# My story...



## ontheroad542 (Dec 13, 2009)

First off, I'd like to say Im new here. Im sure members have stories that may relate to mine but I really just need someone to talk to.

My wife and I got married in early 2007. We had normal ups and downs in our relationship but nothing too serious. We were married for about 4 months and her father passed away. We moved in with her mother to help out because the father was the only source of income. We ended up staying there.

I was deployed to Iraq in Jan 2009. Not even 4 weeks after I was gone, I came across some chats between her and someone who was my friend. The conversations we pretty sexual in nature and she said somethings to him like she wasn't happy in our marriage and she regrets it. Obviously I was pretty upset with all of this so weeks went by of off and on talking which was really just fighting. She tells me that she was just doing it for the attention. I ignored the smarter side of me and forgave her.

When I returned in October, we were still pretty shaky. I was quick to snap on little things and it usually resulted in fighting once again. Shes says she stopped talking to the guy completely the day after I found the first conversations. Less then a month later I find more conversations between him, from the time that I was home, where she went as far as saying she loved him. She tells me it was because we were having problems and she needed the attention. I, again, ignored my smarter side and forgave her. I then received orders to Cali and told her she needed to be by my side when I go so I can at least build on the little trust that I had and fix our marriage. She ended up staying behind because "she was scared to leave her mother by herself."

I find myself everyday questioning everything she says to me. She sounds remorseful in her words but I still believe she is lying about many aspects of this dilemma. I don't honestly think she ever stopped communicating with him after the first time. I feel bad to have to put her in a predicament of choosing her mother or myself but there's no way I can stay apart for any amount of time and be happy. I feel I am the only one working on our marriage and she's putting constant, unnecessary strains on it.

Sorry for the long story, Im just looking for advice. I am justified in ending this marriage right?


----------



## Initfortheduration (Dec 12, 2008)

absolutely. She has already disconnected from you. You need to dump her and find someone who will be true.


----------



## Sven (Nov 18, 2009)

Well I'm not going to go so far as to recommend dumping her! That would be harsh and extreme at this point.

The lying is a killer. You suspect a physical affair and are right to think that. Your marriage can only be rebuilt with honesty.

My advice is to ask her to move to where you live - after all, a husband and wife should be together if possible. It is best if she leaves her mother behind, but if she can't or you need to compromise, bring mom with her.

But she must come live with YOU, have No Contact with the other man, commit to being totally honest with you - which can mean telling you some aweful stuff. And I recommend marriage counseling as well.

If she refuses to move, then you have your answer.

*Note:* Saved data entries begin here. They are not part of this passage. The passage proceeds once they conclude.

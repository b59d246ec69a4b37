"""The station supervisor: every long-lived task of the daemon in one ``asyncio.TaskGroup``.

Theory of operation
-------------------
``Station(config).run(stop)`` is the whole daemon. It opens the durable outbox and the MQTT
session (both ``async with``), builds the station state, the command handler, the result
flusher and one ``WrenchWorker`` per configured wrench, and runs them as tasks of one task
group, each named after what it serves:

=========================  ===========================================================
``clampd[WRENCH].link``    the wrench's link, engine and results (``WrenchWorker.run``)
``clampd.flusher``         outbox → broker, in order, ``mark_sent`` after the PUBACK
``clampd.commands``        MQTT commands → station state, one reply per command
``clampd.status``          retained wrench status, latest wins per wrench
``clampd.station-status``  retained station status after a joint position is done
``clampd.watchdog``        ``WATCHDOG=1`` to systemd while the loop is alive
``clampd.outbox``          retention pruning of the journal
``clampd.quality``         retained quality statistics and alarms (``_quality.py``)
``clampd.alarms``          time, outbox and calibration observed for the alarms
``clampd[WRENCH].state``   tells the station state when that wrench's rundown starts
``clampd.view``            the station view, a local read-only web page (``[view]``)
=========================  ===========================================================

(the MQTT session runs its own ``clampd.mqtt.*`` tasks inside its context.)

Isolation: one failing wrench never stops the others. A link error is the link's business
(``connect_forever`` retries it); a wrench whose address the station refuses is reported and
parked; anything else escaping a worker is a bug, logged with its traceback, and that worker
alone is started again after ``next_delay``. Only the supervisor's own tasks may end the group.

Shutdown (SIGTERM/SIGINT set ``stop``): systemd hears ``STOPPING=1``; a rundown in progress
may finish for ``finish_grace_s`` (the technician is mid-pull; cutting the record off is
worse than waiting a moment), then it is aborted and judged NOK ``aborted``; the supervisor
waits until every judged result is durable, then lets the flusher deliver the outbox for up
to ``flush_timeout_s`` while the broker is reachable (cancelled only once the outbox is empty
or the time is up, so a result is not sent twice in the normal case); then the task group is
cancelled and leaving the session
publishes the retained ``offline`` status. Whatever could not be delivered stays in the
outbox and goes out after the next start: nothing judged is lost.

Readiness: ``READY=1`` once the outbox is open and every task is started (the broker and
the wrenches may still be connecting: the daemon is doing its job, which includes waiting
for them). The status line names the station and how many wrenches are configured.

These results support, never replace, the joint designer's specification, local codes and
licensed practice.
"""

from __future__ import annotations

import asyncio
import contextlib
import dataclasses
import datetime as dt
import logging
import random
from collections.abc import Callable
from pathlib import Path
from typing import Any, Final, Protocol, TypeVar

from clampd.daemon.runtime._alarms import AlarmEvaluator
from clampd.daemon.runtime._backoff import next_delay
from clampd.daemon.runtime._ble import BleakWrenchLink, LinkRefusedError
from clampd.daemon.runtime._commands import CommandHandler
from clampd.daemon.runtime._config import StationConfig, WrenchConfig, sensor_profile
from clampd.daemon.runtime._cues import CuePlayer, make_player
from clampd.daemon.runtime._flusher import ResultFlusher
from clampd.daemon.runtime._mqtt import BrokerUnavailable, MqttSession
from clampd.daemon.runtime._outbox import AsyncOutbox
from clampd.daemon.runtime._quality import QualityFeed
from clampd.daemon.runtime._results import OutboxResultSink, ResultSink
from clampd.daemon.runtime._station import StateChange, StationState
from clampd.daemon.runtime._systemd import SystemdNotifier
from clampd.daemon.runtime._wrench import (
    LiveEventPayload,
    StatusSink,
    WorkOrder,
    WrenchWorker,
    engine_settings,
)
from clampd.daemon.view import ViewService
from clampd.protocol import SAMPLES_UUID, Judgement, StationStatus, Topics, WrenchStatus
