def test_retention_deletes_only_old_sent_results(tmp_path: Path) -> None:
    clock = _Clock()
    with Outbox(tmp_path / "o.db", retention_days=30, clock=clock) as ob:
        for n in range(6):
            _put(ob, n)
        ob.mark_sent(_id(0))  # sent 40 days before "now"
        ob.mark_sent(_id(1))
        clock.t += 10 * DAY
        ob.mark_sent(_id(2))  # sent 30 days before "now": exactly at the edge, kept
        clock.t += 30 * DAY
        ob.mark_sent(_id(3))  # sent just now
        assert ob.prune() == 2
        remaining = {e.id for e in ob.iter_all()}
    # Unsent 4 and 5 are 40 days old and still there: unsent is never deleted.
    assert remaining == {_id(2), _id(3), _id(4), _id(5)}


def test_size_cap_evicts_oldest_sent_first(tmp_path: Path) -> None:
    cap = 256 * 1024
    with Outbox(tmp_path / "o.db", size_cap_bytes=cap) as ob:
        n = 0
        while ob.stats().used_bytes < cap * 0.9:
            _put(ob, n, size=4000)
            ob.mark_sent(_id(n))
            n += 1
        for m in range(n, n + 40):  # these must evict sent rows to fit
            _put(ob, m, size=4000)
        stats = ob.stats()
        ids = [e.id for e in ob.iter_all()]
    assert stats.used_bytes <= cap
    assert stats.unsent == 40
    assert all(_id(m) in ids for m in range(n, n + 40))
    # What survived of the sent rows is a contiguous run of the newest ones.
    survivors = [i for i in range(n) if _id(i) in ids]
    assert survivors == list(range(n - len(survivors), n))
    assert len(survivors) < n


def test_size_cap_refuses_new_results_rather_than_dropping_unsent(tmp_path: Path) -> None:
    cap = 128 * 1024
    path = tmp_path / "o.db"
    stored: list[int] = []

    def fill(ob: Outbox) -> None:
        for n in range(1000):
            _put(ob, n, size=4000)
            stored.append(n)

    with Outbox(path, size_cap_bytes=cap) as ob:
        with pytest.raises(OutboxFullError) as info:
            fill(ob)
        assert not isinstance(info.value, OutboxDiskFullError)
        assert info.value.unsent == len(stored)
        assert info.value.cap_bytes == cap
        assert ob.integrity_ok()
        assert [e.id for e in ob.pending(10_000)] == [_id(n) for n in stored]
        # Once some are acknowledged, their space is reused for new results.
        for n in stored[:5]:
            ob.mark_sent(_id(n))
        assert _put(ob, 5000, size=4000)


def test_disk_full_is_typed_rolls_back_and_corrupts_nothing(tmp_path: Path) -> None:
    # A tiny filesystem is not available here; SQLite's max_page_count makes the file
    # report SQLITE_FULL exactly as a full disk does (SQLite docs, "PRAGMA max_page_count").
    path = tmp_path / "o.db"
    stored: list[int] = []

    def fill(ob: Outbox) -> None:
        for n in range(10_000):
            _put(ob, n, size=3000)
            stored.append(n)

    with Outbox(path, max_page_count=40) as ob:
        with pytest.raises(OutboxDiskFullError) as info:
            fill(ob)
        assert isinstance(info.value, OutboxFullError)
        assert isinstance(info.value.__cause__, sqlite3.OperationalError)
        assert info.value.__cause__.sqlite_errorcode == sqlite3.SQLITE_FULL
        assert info.value.unsent == len(stored)
        assert stored  # some fitted before the limit
        assert ob.integrity_ok()
        # mark_sent still works (it changes no size) and so does reading.
        assert ob.mark_sent(_id(stored[0]))
    raw = sqlite3.connect(path)
    assert raw.execute("PRAGMA integrity_check").fetchall() == [("ok",)]
    raw.close()
    with Outbox(path) as ob:  # with room again, nothing was lost and writing resumes
        assert [e.id for e in ob.iter_all()] == [_id(n) for n in stored]
        assert _put(ob, 10_001)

How is your relationship with the MIL?


----------



## whyminvrsatsfd (Nov 28, 2009)

In a way, I agree with both replies. She has definitely detached. It doesnt necessarily mean she couldnt reconnect with some work. Something is a miss though. Communication is key and if you both only cause screaming matches, shes not going to tell you anything. She has to be able to tell you what she needs and wants, or you wont know and the emotional cheating will happen again. No matter how far away you move her.


----------



## ontheroad542 (Dec 13, 2009)

whyminvrsatsfd said:


> In a way, I agree with both replies. She has definitely detached. It doesnt necessarily mean she couldnt reconnect with some work. Something is a miss though. Communication is key and if you both only cause screaming matches, shes not going to tell you anything. She has to be able to tell you what she needs and wants, or you wont know and the emotional cheating will happen again. No matter how far away you move her.

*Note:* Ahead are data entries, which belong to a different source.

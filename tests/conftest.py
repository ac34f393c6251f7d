"""Fixtures shared by every test folder.

``browser``: Debian's chromium, headless, driven by Playwright, one for the whole session.
Playwright's sync API allows one instance per thread at a time, so every browser test (web
map, portfolio map, plugin kinds) uses this one fixture; a second ``sync_playwright()`` while
it is open fails with "using Playwright Sync API inside the asyncio loop".
"""

from __future__ import annotations

from collections.abc import Iterator
from typing import Any

import pytest

from tests.webmap.conftest import CHROMIUM, CHROMIUM_ARGS, _need_browser


@pytest.fixture(scope="session")
def browser() -> Iterator[Any]:
    """Debian's chromium, headless, driven by Playwright."""
    sync_playwright = _need_browser()
    with sync_playwright() as p:
        b = p.chromium.launch(executable_path=str(CHROMIUM), args=CHROMIUM_ARGS)
        yield b
        b.close()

I understand that the communication needs work. I just feel as if she's still keeping things from me and lying about little things regarding the situation. I asked her for her full honesty with everything (even things I have figured out on my own) yet she refuses to come clean. I know that women need attention in their lives and some of them need lots of it. But with my career and many more deployments to come, I feel like its going to be a reoccurring problem. My trust is not only broken with her but with others who I let into my home and life to be friends.


----------



## Atholk (Jul 25, 2009)

ontheroad542 said:


> I know that women need attention in their lives and some of them need lots of it.


This is most wise.




ontheroad542 said:


> But with my career and many more deployments to come, I feel like its going to be a reoccurring problem.


If she is a high stimulation woman, then yes, you will have many problems with her and deployments. It's common miltary problem sadly.


----------



## letmego (Jan 7, 2010)

It depends on how much you love her.and how much you can stand her going off from your marriage.i believe she never stopped contacting this guy unless she was caught physically cheating by you.if so,do you think you can tolerate this?if not ,you better split b4 you 2 make another mistake-having a baby. it is crule to say it but it is true. this woman will not stop till she run over the boudary.


Sven said:


> Well I'm not going to go so far as to recommend dumping her! That would be harsh and extreme at this point.
> 
> The lying is a killer. You suspect a physical affair and are right to think that. Your marriage can only be rebuilt with honesty.
> 
> ...


----------



## Initfortheduration (Dec 12, 2008)

Ultimatum time. Tell her that it is her fault that you can't trust her out of your sight. But she has a choice to make. Leaving mom to be with you or divorce. It's that simple.


----------